Yesterday, the Globe and Mail reported that the Liberals have produced 11 TV ads that do not mention or feature Prime Minister Paul Martin, but focus entirely on Harper and comments he has made regarding a variety of issues. 

"All (ads) are accompanied by menacing and dramatic music," according to the Globe.

While the Liberals have not approved the use of any or all of the 11 ads, their consortium of ad agencies have created them just in case a scenario arises where they may have to be used, such as a drop in popularity. 

Conservative communications director Jim Armour says the Tories have no plans to roll out their own attack ads to counter a Liberal attack during an election campaign. 

"From a Quebec perspective, I don't think we're going to start using negative advertising," added Discepola. "It's never worked in the past."

He noted that the Liberals themselves have benefited from attack ads that backfired on their rivals, pointing to Kim Campbell's 1993 TV ad that featured a photo of Jean Chretien with a contorted face above a disparaging caption, implying he would not make a good PM because of his appearance, and a Reform Party ad in 1997 that blamed Canada's constitutional problems on Quebec prime ministers. 

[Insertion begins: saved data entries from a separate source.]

"""The answer to "which differ?", for a terminal: one comparison in full, or all of them in a table."""

from __future__ import annotations

from collections.abc import Sequence

from sameline.records.answers import ANSWERED, Answer, Conclusion, GroupAnswer, PairAnswer
from sameline.reports.changes import look_words, tally
from sameline.reports.lines import bars, by_mean, drawn_lines
from sameline.reports.subject import Subject
from sameline.reports.text import count, interval, moment, number, p_value, percent, plain, table

_MATTERS = "differs and matters"

MODEL_WORDS = {
    "nested": "on the nested model",
    "pooled": "with one common spread",
    "unequal": "with a spread for each group",
    "ranks": "on ranks",
}
PROCEDURE_WORDS = {
    "tukey-kramer": "Tukey-Kramer",
    "dunnett": "Dunnett",
    "bonferroni": "Bonferroni",
    "holm": "Holm",
    "sidak": "Šidák",
    "games-howell": "Games-Howell",
    "welch-holm": "Welch with Holm",
    "steel-dwass": "Steel-Dwass",
    "dunn": "Dunn with Holm",
}
LOOKS_WORDS = {
    "open": "error rate {rate} over all pairs and all looks, however many",
    "planned": "error rate {rate} over all pairs and all looks up to {units} units",
    "single": "error rate {rate} over all pairs, at one look",
}
_NESTING = {
    "batch": "run within batch",
    "material": "run within batch within material",
    "supplier": "run within batch within supplier",
}
_UNITS = {"run": "run means", "batch": "batch means", "replicate": "replicates"}


def differ_text(conclusion: Conclusion, subject: Subject, *, behind: bool, all_pairs: bool = False) -> list[str]:
    """One conclusion in full.

    Args:
        conclusion: the conclusion.
        subject: what it is about.
        behind: whether its comparison is behind the records.
        all_pairs: whether pairs that are not shown to differ are listed too.
    """
    answer = conclusion.answer
    lines = [*_head(conclusion, subject), ""]
    if behind:
        lines += ["  BEHIND: records were changed since; the next act brings it up to date.", ""]
    if answer.state != ANSWERED:
        lines += [f"  Not computed: {answer.reason}", ""]
        lines += [*_groups(answer.groups, subject, drawn=False), ""]
    else:
        lines += [*_groups(answer.groups, subject, drawn=answer.display == "lines"), ""]
        lines += [*_legend(conclusion), ""]
        lines += [*_pairs(conclusion, subject, all_pairs=all_pairs), ""]
        lines += _spread(conclusion, subject)
    lines += _cautions(conclusion, subject)
    while lines and not lines[-1]:
        lines.pop()
    return lines


def contrast_text(conclusion: Conclusion, naive: Answer, subject: Subject, unit: str) -> list[str]:
    """What a single look would have said that takes each unit as independent evidence, beside what was concluded."""
    words = f"For contrast, a single look at {percent(subject.revision.alpha)} that takes {_UNITS[unit]} as independent"
    if naive.state != ANSWERED:
        return ["", f"  {words} could not be computed: {naive.reason}."]
    concluded = {(p.a, p.b): p.verdict for p in conclusion.answer.pairs}
    decimals = subject.decimals + 1
    rows = [
        (*_pair_row(p, decimals), concluded.get((p.a, p.b), "–"))
        for p in naive.pairs
        if p.differs or p.verdict != concluded.get((p.a, p.b))
    ]
    if not rows:
        return ["", f"  {words} would say the same of every pair."]
    confidence = percent(1 - subject.revision.alpha)
    headings = ("pair", "difference", f"{confidence} interval", "p-value", "it would say", "concluded")
    return ["", f"  {words} would say:", *table(headings, rows, "<><><<")]


def single_look_text(conclusion: Conclusion, subject: Subject) -> list[str]:
    """What each pair's look would have said had it been the only one, beside what was concluded."""
    rows = [
        (f"{p.b} minus {p.a}", p_value(p.single_look_p), p_value(p.p_value), verdict_words(p))
        for p in conclusion.answer.pairs
    ]
    rate = percent(subject.revision.alpha)
    words = f"  For contrast, this look alone: below {rate} a single look would have claimed the difference."
    return ["", words, *table(("pair", "p-value alone", "overall p", "concluded"), rows, "<>><")]


def overview_text(rows: Sequence[tuple[str, Conclusion | None, bool]]) -> list[str]:
    """Every comparison in one table."""
    if not rows:
        return ["No comparison has been stated. `sameline compare NAME --characteristic CODE …` states one."]
    cells = [_overview_row(*row) for row in rows]
    return table(("comparison", "version", "look", "runs", "recorded", "answer"), cells, "<>>><<", indent="")


def _overview_row(name: str, conclusion: Conclusion | None, behind: bool) -> tuple[str, ...]:
    late = "BEHIND: " if behind else ""
    if conclusion is None:
        return name, "–", "–", "–", "–", f"{late}no conclusion yet"
    answer = conclusion.answer
    said = tally(conclusion) if answer.state == ANSWERED else f"not computed: {answer.reason}"
    return (
        name,
        f"v{conclusion.version}",
        str(conclusion.look or "–"),
        str(answer.runs),
        conclusion.at[:10],
        late + said,
    )


def _head(conclusion: Conclusion, subject: Subject) -> list[str]:
    revision = subject.revision
    named = subject.characteristic if subject.name == subject.characteristic else None
    about = f"{named or f'{subject.name} ({subject.characteristic})'}, {subject.unit}"
    how = f"{PROCEDURE_WORDS[revision.procedure]} {MODEL_WORDS[revision.model]}"
    units = _NESTING[revision.grouping] if revision.model == "nested" else f"of {_UNITS[revision.unit]}"
    margin = f"margin {plain(subject.margin)} {subject.unit}" if subject.margin is not None else "no margin stated"
    answer = conclusion.answer
    data = f"{count(answer.runs, 'run')} and {count(answer.replicates, 'value')}"
    recorded = f"recorded {moment(conclusion.at)} by {conclusion.person}, entry {conclusion.entry}"
    lines = [
        f"{conclusion.name}: {about}",
        f"  {how} ({units}); {margin}",
        f"  {LOOKS_WORDS[revision.looks].format(rate=percent(revision.alpha), units=revision.final_units)}",
        f"  version {conclusion.version}, {look_words(conclusion.look)}, on {data}; {recorded}",
    ]
    if subject.method:
        lines.insert(1, f"  measured by {subject.method}")
    if subject.filter:
        lines.append(f"  groups: {subject.filter}")
    return lines


def _groups(groups: Sequence[GroupAnswer], subject: Subject, *, drawn: bool) -> list[str]:
    """The groups in order of mean, and beside them the lines: a bar runs along the groups that stand on one line."""
    decimals = subject.decimals + 1
    known = by_mean(groups)
    empty = [g for g in groups if g.mean is None]
    lines = list(drawn_lines(groups))
    rows = [
        (
            g.label,
            str(g.runs),
            str(g.replicates),
            number(g.mean, decimals),
            number(g.sd, decimals + 1),
            interval(g.lower, g.upper, decimals),
            bars(g, lines) if drawn else g.letters,
        )
        for g in (*known, *empty)
    ]
    confidence = percent(1 - subject.revision.alpha)
    headings = (
        subject.revision.grouping,
        "runs",
        "values",
        "mean",
        "sd of units",
        f"{confidence} interval of the mean",
        "lines" if drawn else "letters" if lines else "",
    )
    return table(headings, rows, "<>>>><<")


def _legend(conclusion: Conclusion) -> list[str]:
    display = conclusion.answer.display
    if display == "lines":
        return ["  Groups along one bar are not shown to differ."]
    if display == "letters":
        return ["  Groups that share a letter are not shown to differ."]
    if display == "control":
        return ["  Each group is compared with the control only."]
    return ["  Too many overlapping sets for lines: read the pairs."]


def _pairs(conclusion: Conclusion, subject: Subject, *, all_pairs: bool) -> list[str]:
    pairs = conclusion.answer.pairs
    shown = [p for p in pairs if all_pairs or p.differs]
    rest = len(pairs) - len(shown)
    if not shown:
        if len(pairs) == 1:
            return [f"  The one pair is not shown to differ: {pairs[0].verdict}.", "  --all shows its interval."]
        words = f"  None of the {len(pairs)} pairs is shown to differ ({tally(conclusion)})."
        return [words, "  --all lists them with their intervals."]
    decimals = subject.decimals + 1
    rows = [_pair_row(p, decimals) for p in shown]
    confidence = percent(1 - subject.revision.alpha)
    once = subject.revision.looks == "single"
    width = "simultaneous interval" if once else "interval over all looks"
    headings = ("pair", "difference", f"{confidence} {width}", "p-value" if once else "overall p", "verdict")
    lines = table(headings, rows, "<><><")
    lines += [
        f"  * {p.a} and {p.b} were shown to differ at an earlier look; the data of this look alone would not show it."
        for p in shown
        if p.receded
    ]
    if rest:
        lines.append(f"  {tally(conclusion)}; --all lists the other pairs too.")
    return lines


def _pair_row(p: PairAnswer, decimals: int) -> tuple[str, ...]:
    return (
        f"{p.b} minus {p.a}",
        number(p.difference, decimals),
        interval(p.lower, p.upper, decimals),
        p_value(p.p_value),
        verdict_words(p),
    )


def verdict_words(p: PairAnswer) -> str:
    """The verdict on a pair as it stands in a table."""
    if p.reason:
        return f"{p.verdict}: {p.reason}"
    if p.verdict == "equivalent" and p.differs:
        return "equivalent: differs, by less than matters"
    return p.verdict.upper() if p.verdict == _MATTERS else p.verdict


def _spread(conclusion: Conclusion, subject: Subject) -> list[str]:
    components = conclusion.answer.components
    if not components:
        return []
    decimals = subject.decimals + 2
    said = ", ".join(f"{c.level} to {c.level} {number(c.variance**0.5, decimals)}" for c in components)
    return [f"  Spread as standard deviations ({subject.unit}): {said}.", ""]


def _cautions(conclusion: Conclusion, subject: Subject) -> list[str]:
    texts = [c.text for c in conclusion.answer.cautions]
    if conclusion.answer.guarantee:
        texts.append(f"the error rate over all looks is {conclusion.answer.guarantee}")
    if subject.safety_critical:
        texts.append(
            "safety-critical: this concerns the mean results of the lots tested. It releases no part; the product "
            "standard, local codes and a competent person decide"
        )
    return ["  Cautions:", *(f"  * {text}" for text in texts)] if texts else []
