"""Heading maps in plain words, and as a document."""

from __future__ import annotations

import json
from collections.abc import Sequence
from typing import TYPE_CHECKING, Any

from sameline.reports.text import table

if TYPE_CHECKING:
    from sameline.intake.headings import HeadingMap, MapColumn
    from sameline.intake.proposals import Proposal

_DATES = {"dmy": "day, month, year", "mdy": "month, day, year", "ymd": "year, month, day"}


def proposal_text(proposal: Proposal, form: HeadingMap) -> list[str]:
    """A proposed map: what each column is taken for and why, what is concluded of the rest, what is not said yet.

    Args:
        proposal: the proposal.
        form: its map, with what the person said laid over it.
    """
    where = proposal.file if proposal.sheet is None else f"{proposal.file}, sheet {proposal.sheet!r}"
    lines = [f"{where}: headings in row {proposal.row}", ""]
    reasons = {guess.column: (guess.reason, ", ".join(guess.samples[:3])) for guess in proposal.guesses}
    rows = [(c.heading, column_words(c), *reasons.get(c, ("as you say", ""))) for c in form.columns]
    lines += table(("column", "is taken for", "because", "such as"), rows, "<<<<")
    missing = form.missing()
    notes = [
        *_constants(form),
        *_dates(form, proposal.map),
        *(note for note in proposal.notes if not note.startswith("no column is taken for")),
    ]
    if notes:
        lines += ["", *(f"  {note}" for note in dict.fromkeys(notes))]
    if missing:
        lines += ["", f"  NOT SAID YET: {', '.join(missing)}. Say it with --column or --constant."]
    return lines


def column_words(column: MapColumn) -> str:
    """What a column is, in words: "values of TS in N/mm²", "batch", "not read"."""
    if column.field == "ignore":
        return "not read"
    if column.field != "value":
        return column.field
    number = "values" if column.replicate is None else f"replicate {column.replicate}"
    of = f" of {column.characteristic}" if column.characteristic else ""
    return f"{number}{of}{f' in {column.unit}' if column.unit else ''}"


def _constants(form: HeadingMap) -> list[str]:
    return [f"{field} is {value} in the whole file" for field, value in form.constants]


def _dates(form: HeadingMap, proposed: HeadingMap | None = None) -> list[str]:
    """The order of dates, where it is said and is not what was proposed (the notes say that)."""
    if form.date_order is None or (proposed is not None and proposed.date_order == form.date_order):
        return []
    return [f"dates are {_DATES[form.date_order]}"]


def _sayings(form: HeadingMap) -> list[str]:
    said = [*_constants(form), *_dates(form)]
    if form.decimal is not None:
        said.append(f"the decimal sign is {form.decimal!r}")
    if form.fill_down:
        said.append(f"empty cells repeat the one above in: {', '.join(form.fill_down)}")
    if form.footers:
        said.append(f"rows that begin with {', '.join(map(repr, form.footers))} are left out")
    return said


def maps_text(maps: Sequence[tuple[int, HeadingMap]]) -> list[str]:
    """The kept maps, each with its entry and what it says."""
    if not maps:
        return ["No heading map is kept. `sameline map propose FILE` proposes one."]
    lines = []
    for entry, form in maps:
        lines.append(f"{form.name}, kept by entry {entry}")
        lines += [f"  {column.heading}: {column_words(column)}" for column in form.columns]
        lines += [f"  {saying}" for saying in _sayings(form)]
    return lines


def map_document(form: HeadingMap) -> dict[str, Any]:
    """A map for other programs."""
    document: dict[str, Any] = json.loads(form.to_json())
    return document
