"""How a conclusion came about: its versions, the audit trail, and the report of a verification."""

from __future__ import annotations

from collections.abc import Sequence

from sameline.conclusions.recompute import CHECKS, Verification
from sameline.records.answers import ANSWERED, Conclusion
from sameline.records.trail import TrailEntry
from sameline.reports.changes import look_words, tally, turn_words
from sameline.reports.text import count, listed, moment, p_value, table


def history_text(versions: Sequence[Conclusion]) -> list[str]:
    """The versions of one comparison's conclusion, oldest first, with what turned at each and why."""
    lines: list[str] = []
    for c in versions:
        said = tally(c) if c.answer.state == ANSWERED else f"not computed: {c.answer.reason}"
        causes = f"after {'entry' if len(c.causes) == 1 else 'entries'} {listed([str(n) for n in c.causes])}"
        lines.append(f"v{c.version}, {look_words(c.look)}: {moment(c.at)}, {c.person}, entry {c.entry} ({causes})")
        lines.append(f"    {said}")
        lines += [f"    {turn_words(turn, c.version)}, because of {turn.because}" for turn in c.turns]
        lines += _evidence(c)
    return lines


def _evidence(conclusion: Conclusion) -> list[str]:
    """The pair with the strongest evidence, and what the look alone would have said of its strongest."""
    judged = [p for p in conclusion.answer.pairs if p.p_value is not None]
    alone = [p for p in judged if p.single_look_p is not None]
    if not judged or not alone:
        return []
    first = min(judged, key=lambda p: p.p_value or 0.0)
    least = min(alone, key=lambda p: p.single_look_p or 0.0)
    said = f"this look alone {p_value(least.single_look_p)} ({least.a} and {least.b})"
    if (first.p_value or 0.0) < 1:
        said = f"strongest evidence: {first.a} and {first.b}, overall p {p_value(first.p_value)}; {said}"
    return [f"    {said}"]


def trail_text(entries: Sequence[TrailEntry]) -> list[str]:
    """The audit trail as a table: who did what, when, to what, and why."""
    rows = [(str(e.number), moment(e.at), e.person, e.act, _to_what(e) + _why(e)) for e in entries]
    return table(("entry", "recorded", "person", "act", "to what, and why"), rows, "><<<<", indent="")


def _to_what(entry: TrailEntry) -> str:
    said = ", ".join(entry.about) or "the store"
    counts = [count(entry.rows[name], word) for name, word in _COUNTED.items() if name in entry.rows]
    return f"{said} ({', '.join(counts)})" if counts else said


_COUNTED = {"run": "run", "measurement": "value"}


def _why(entry: TrailEntry) -> str:
    return f": {entry.reason}" if entry.reason else ""


def verification_text(report: Verification) -> list[str]:
    """What was checked, by number, with every finding under its check."""
    ledger = report.ledger
    sizes = (
        count(ledger.entries, "entry", "entries"),
        count(ledger.rows, "row"),
        count(report.conclusions, "conclusion"),
    )
    lines = [f"{', '.join(sizes)} checked"]
    for number, what in enumerate(CHECKS, 1):
        found = [f for f in report.findings if f.check == number]
        lines.append(f"{number}. {what}: {'good' if not found else count(len(found), 'finding')}")
        lines += [f"     {finding}" for finding in found]
    lines.append(f"root of the ledger: {ledger.root}")
    if report.behind:
        lines.append(f"behind, and said so: {listed(list(report.behind))}; the next act brings them up to date")
    return lines
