"""What a conclusion is about, in the words and units that a reader needs beside its figures."""

from __future__ import annotations

from dataclasses import dataclass

from sameline.records.answers import Conclusion
from sameline.records.comparisons import Revision, effective_margin, read_revision
from sameline.records.concluded import codes_of
from sameline.records.registry import KINDS, current
from sameline.records.store import Reading


@dataclass(frozen=True, slots=True)
class Subject:
    """The question and the characteristic behind a conclusion.

    Attributes:
        revision: the comparison's revision.
        characteristic: code.
        name, method, unit: of the characteristic; the method may be None.
        lower, upper: specification limits, or None.
        margin: that held, or None.
        decimals: reported for single values.
        safety_critical: whether a safety-critical part depends on it.
        filter: which batches it takes, in words ("all batches of EPDM-70"), or None where its groups are listed.
    """

    revision: Revision
    characteristic: str
    name: str
    method: str | None
    unit: str
    lower: float | None
    upper: float | None
    margin: float | None
    decimals: int
    safety_critical: bool
    filter: str | None


def read_subject(reading: Reading, conclusion: Conclusion) -> Subject:
    """The subject of a conclusion, as it was when the conclusion read the records."""
    then = Reading(reading.connection, conclusion.position, latest=False)
    revision = read_revision(then, conclusion.comparison, revision_id=conclusion.revision_id)
    kind = KINDS["characteristic"]
    stated = current(reading.connection, kind, revision.characteristic, conclusion.position)
    identity = (
        reading.connection.execute(kind.identity.select().where(kind.identity.c.id == revision.characteristic))
        .mappings()
        .one()
    )
    return Subject(
        revision=revision,
        characteristic=identity["code"],
        name=stated["name"],
        method=stated["method"],
        unit=identity["unit"],
        lower=stated["lower"],
        upper=stated["upper"],
        margin=effective_margin(then, revision),
        decimals=2 if stated["decimals"] is None else stated["decimals"],
        safety_critical=bool(stated["safety_critical"]),
        filter=_filter(reading, revision),
    )


_PLURAL = {"batch": "batches", "material": "materials", "supplier": "suppliers"}


def _filter(reading: Reading, revision: Revision) -> str | None:
    if revision.groups is not None:
        return None
    words = [f"all {_PLURAL[revision.grouping]} with results"]
    for number, kind, link in ((revision.of_material, "material", "of"), (revision.of_supplier, "supplier", "from")):
        if number is not None:
            words.append(f"{link} {codes_of(reading.connection, kind, [number])[number]}")
    if revision.tested_from is not None:
        words.append(f"tested from {revision.tested_from[:10]}")
    return " ".join(words)
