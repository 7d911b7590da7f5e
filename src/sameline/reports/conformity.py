"""Whether a batch's mean keeps its limits, and how well a supplier's batches do."""

from __future__ import annotations

from collections.abc import Sequence
from dataclasses import dataclass
from typing import TYPE_CHECKING

from sameline.errors import CallError
from sameline.records.registry import KINDS, codes, current, find, listing
from sameline.records.runs import Measurement, read_measurements
from sameline.reports.text import count

if TYPE_CHECKING:
    from sameline.records.store import Reading
    from sameline.stats.capability import Index
    from sameline.stats.conformity import Conformity, Measured
    from sameline.stats.nested.fit import NestedFit

RELEASES_NOTHING = (
    "safety-critical: this concerns the results of the batches tested. It releases no part; the product standard, "
    "local codes and a competent person decide"
)


@dataclass(frozen=True, slots=True)
class Limits:
    """A characteristic with its specification limits, as they held.

    Attributes:
        code, name, unit: of the characteristic.
        lower, upper: limits, or None.
        decimals: reported for single values.
        safety_critical: whether a safety-critical part depends on it.
        position: the ledger entry up to which the records were read.
    """

    code: str
    name: str
    unit: str
    lower: float | None
    upper: float | None
    decimals: int
    safety_critical: bool
    position: int


@dataclass(frozen=True, slots=True)
class BatchConformity:
    """A batch against its limits.

    Attributes:
        batch, material: codes.
        limits: of the characteristic.
        measured: the batch's mean with its standard uncertainty and degrees of freedom.
        other: another standard uncertainty that is in it, 0 where none was stated.
        runs, values: of the batch.
        basis: on what the uncertainty rests, in words.
        answers: one for each rule asked.
        probability: limiting probability of the rules that have one.
        cautions: what a reader must know.
    """

    batch: str
    material: str
    limits: Limits
    measured: Measured
    other: float
    runs: int
    values: int
    basis: str
    answers: tuple[Conformity, ...]
    probability: float
    cautions: tuple[str, ...]


@dataclass(frozen=True, slots=True)
class SupplierCapability:
    """A supplier's batches against the limits.

    Attributes:
        supplier, material: codes.
        limits: of the characteristic.
        mean, deviation, df: of single results, with the deviation's degrees of freedom.
        counts: units by level.
        indices: see `sameline.stats.capability.performance`.
        alpha: 1 - the confidence of each interval.
        cautions: what a reader must know.
    """

    supplier: str
    material: str
    limits: Limits
    mean: float
    deviation: float
    df: float
    counts: dict[str, int]
    indices: tuple[Index, ...]
    alpha: float
    cautions: tuple[str, ...]


def read_conformity(
    reading: Reading,
    batch: str,
    characteristic: str,
    rules: Sequence[str],
    *,
    probability: float = 0.95,
    other: float = 0.0,
) -> BatchConformity:
    """A batch's mean against its limits; the spreads are those of all batches of its material.

    Args:
        reading: the view.
        batch: code.
        characteristic: code.
        rules: decision rules, of `sameline.stats.conformity.RULES`.
        probability: limiting probability of the rules that have one.
        other: another standard uncertainty, in the characteristic's unit, such as the calibration's.

    Raises:
        CallError: a code is not registered, there is no limit or no result, or the mean's uncertainty cannot be had.
        StatsError: a rule or figure cannot be meant.
    """
    from sameline.stats.conformity import Measured, combined, judge
    from sameline.stats.nested.fit import fit_nested

    find(reading.connection, KINDS["batch"], batch)
    limits = _limits(reading, characteristic)
    origin = {row["code"]: row for row in listing(reading, KINDS["batch"])}
    material = origin[batch]["material"]
    found = _measurements(reading, limits.code, {code for code, row in origin.items() if row["material"] == material})
    own = [m for code, m in found if code == batch and m.excluded is None]
    if not own:
        raise CallError(f"no result of {characteristic} is recorded for {batch}")
    bounds = sum(m.qualifier is not None for m in own)
    if bounds:
        raise CallError(f"{bounds} of {len(own)} values of {batch} are only bounds (such as <0.5), so it has no mean")
    kept = _kept(found)
    fit = fit_nested([m.value for _, m in kept], [code for code, _ in kept], None, [m.run for _, m in kept])
    means = fit.means()
    at = means.group.index(batch)
    error, df = means.standard_error[at], means.df[at]
    if error is None or df is None:
        raise CallError(f"the uncertainty of the mean of {batch} cannot be had: {fit.unseen}")
    measured = combined(Measured(means.mean[at], error, df), other)
    answers = [judge(measured, limits.lower, limits.upper, rule, probability=probability) for rule in rules]
    basis = f"run-to-run spread of {count(len(fit.groups), 'batch', 'batches')} of {material} together, nested model"
    cautions = [*(c.text for c in fit.cautions), *_aside([m for code, m in found if code == batch])]
    return BatchConformity(
        batch=batch,
        material=material,
        limits=limits,
        measured=measured,
        other=other,
        runs=len({m.run for m in own}),
        values=len(own),
        basis=basis,
        answers=tuple(answers),
        probability=probability,
        cautions=(*cautions, *_critical(limits)),
    )


def read_capability(
    reading: Reading, supplier: str, characteristic: str, *, material: str | None = None, alpha: float = 0.05
) -> SupplierCapability:
    """How a supplier's batches of one material keep the limits.

    Args:
        reading: the view.
        supplier: code.
        characteristic: code.
        material: code; may be left out where results of one material only are recorded.
        alpha: 1 - the confidence of each interval.

    Raises:
        CallError: a code is not registered, there is no limit, several materials, or too little data.
        StatsError: a figure cannot be meant.
    """
    from sameline.stats.capability import FEWEST_BATCHES, MANY_BATCHES, Process, performance, spread_df
    from sameline.stats.nested.fit import fit_nested

    find(reading.connection, KINDS["supplier"], supplier)
    limits = _limits(reading, characteristic)
    origin = {row["code"]: row for row in listing(reading, KINDS["batch"])}
    chosen = {c for c, row in origin.items() if row["supplier"] == supplier and material in (None, row["material"])}
    found = _measurements(reading, limits.code, chosen)
    kept = _kept(found)
    materials = sorted({origin[code]["material"] for code, _ in kept})
    if len(materials) > 1:
        raise CallError(f"{supplier} delivers {', '.join(materials)}", advice="choose one with --material")
    batches = len({code for code, _ in kept})
    if batches < FEWEST_BATCHES:
        raise CallError(
            f"too little is known: {count(batches, 'batch', 'batches')} of {supplier} with results of {characteristic}",
            advice=f"it takes {FEWEST_BATCHES} batches at least",
        )
    fit = fit_nested([m.value for _, m in kept], None, [code for code, _ in kept], [m.run for _, m in kept])
    total = next(row for row in fit.spread(alpha).precision if row.name == "total")
    means = fit.means(alpha)
    error = means.standard_error[0]
    if total.upper is None or error is None:
        raise CallError(f"the spread of {supplier}'s batches cannot be had from what is recorded")
    df = spread_df(total.standard_deviation, total.upper, alpha)
    process = Process(means.mean[0], total.standard_deviation, df, error)
    cautions = [
        "performance, not capability, in ISO 22514's terms: that the process is stable is not shown here",
        "the spread is that of single results: from batch to batch, and of the measurement itself",
        *_few(batches, MANY_BATCHES),
        *(c.text for c in fit.cautions),
        *_aside([m for _, m in found]),
        *_critical(limits),
    ]
    indices = performance(process, limits.lower, limits.upper, alpha)
    return SupplierCapability(
        supplier,
        materials[0],
        limits,
        process.mean,
        process.deviation,
        df,
        _counts(fit),
        indices,
        alpha,
        tuple(cautions),
    )


def _few(batches: int, many: int) -> list[str]:
    few = f"{batches} batches are few; {many} are usual (common practice, no source)"
    return [few] if batches < many else []


def _counts(fit: NestedFit) -> dict[str, int]:
    return {level: many for level, many in fit.counts.items() if level != "group"}


def _limits(reading: Reading, characteristic: str) -> Limits:
    which = find(reading.connection, KINDS["characteristic"], characteristic)
    stated = current(reading.connection, KINDS["characteristic"], which, reading.position)
    unit = next(row["unit"] for row in listing(reading, KINDS["characteristic"]) if row["code"] == characteristic)
    if stated["lower"] is None and stated["upper"] is None:
        raise CallError(
            f"{characteristic} has no specification limit",
            advice=f"`sameline restate characteristic {characteristic} --upper …` states one",
        )
    return Limits(
        code=characteristic,
        name=stated["name"] or characteristic,
        unit=unit,
        lower=stated["lower"],
        upper=stated["upper"],
        decimals=2 if stated["decimals"] is None else stated["decimals"],
        safety_critical=bool(stated["safety_critical"]),
        position=reading.position,
    )


def _measurements(reading: Reading, characteristic: str, batches: set[str]) -> list[tuple[str, Measurement]]:
    """Batch code and replicate, in order of run."""
    code = codes(reading.connection, KINDS["batch"])
    chosen = {which for which, name in code.items() if name in batches}
    which = find(reading.connection, KINDS["characteristic"], characteristic)
    return [(code[m.batch], m) for m in read_measurements(reading, characteristic=which, batches=chosen)]


def _kept(found: Sequence[tuple[str, Measurement]]) -> list[tuple[str, Measurement]]:
    return [(code, m) for code, m in found if m.excluded is None and m.qualifier is None]


def _aside(found: Sequence[Measurement]) -> list[str]:
    aside = [m.excluded for m in found if m.excluded is not None]
    bounds = sum(m.excluded is None and m.qualifier is not None for m in found)
    said = []
    if aside:
        said.append(f"{count(len(aside), 'value is', 'values are')} set aside ({', '.join(sorted(set(aside)))})")
    if bounds:
        said.append(f"{count(bounds, 'value')} left out: only bounds, such as <0.5")
    return said


def _critical(limits: Limits) -> list[str]:
    return [RELEASES_NOTHING] if limits.safety_critical else []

"I don't think that's a strategy that's going to be implemented at all." 

Liberal MP Judy Longfield also defended the ads, saying, "These aren't our words. These are Stephen Harper's own words."

"When it comes down to casting a vote, Canadians are going to have to decide whether they really can trust or they know who the real Stephen Harper is," she said. 

"I don't think anyone knows the real Stephen Harper. He's a bit of a chameleon. He changes from day to day and that's the problem. Who is the real Stephen Harper? Is he this moderate who he's pretending to be now? Or his he the Stephen Harper who talked about firewalls or who talked about division within Canada?"

The Conservatives moved this week to better define their positions by giving candidates a party platform that the media is describing as "moderate." 

But based on Liberal MPs' comments, they plan to focus this election on Harper and not on any new platform. 

"I think it's a sign that they are very concerned about what the public perception is about their leader, Stephen Harper," said Longfield. "And I think that they're trying very desperately to tone down that and distance themselves from the very words of their leader from the past." 

"I think Mr. Harper's record speaks for itself," said Immigration Minister Judy Sgro. "I don't think we have to say a lot on it. I think ensuring that Canadians know the different things he has said or his party has said and what he stands for is all going to be a part of an election campaign.

"Good luck to them. As far as I'm concerned, they're still the Reform Party."

As for the Liberal party's platform, Discepola confirmed that it is currently not complete. 

"It's still a draft," he said, adding that it will be presented to the party's election platform committee tomorrow night. 

According to Discepola, the prime minister wants to roll out the platform within seven or eight days of the election call.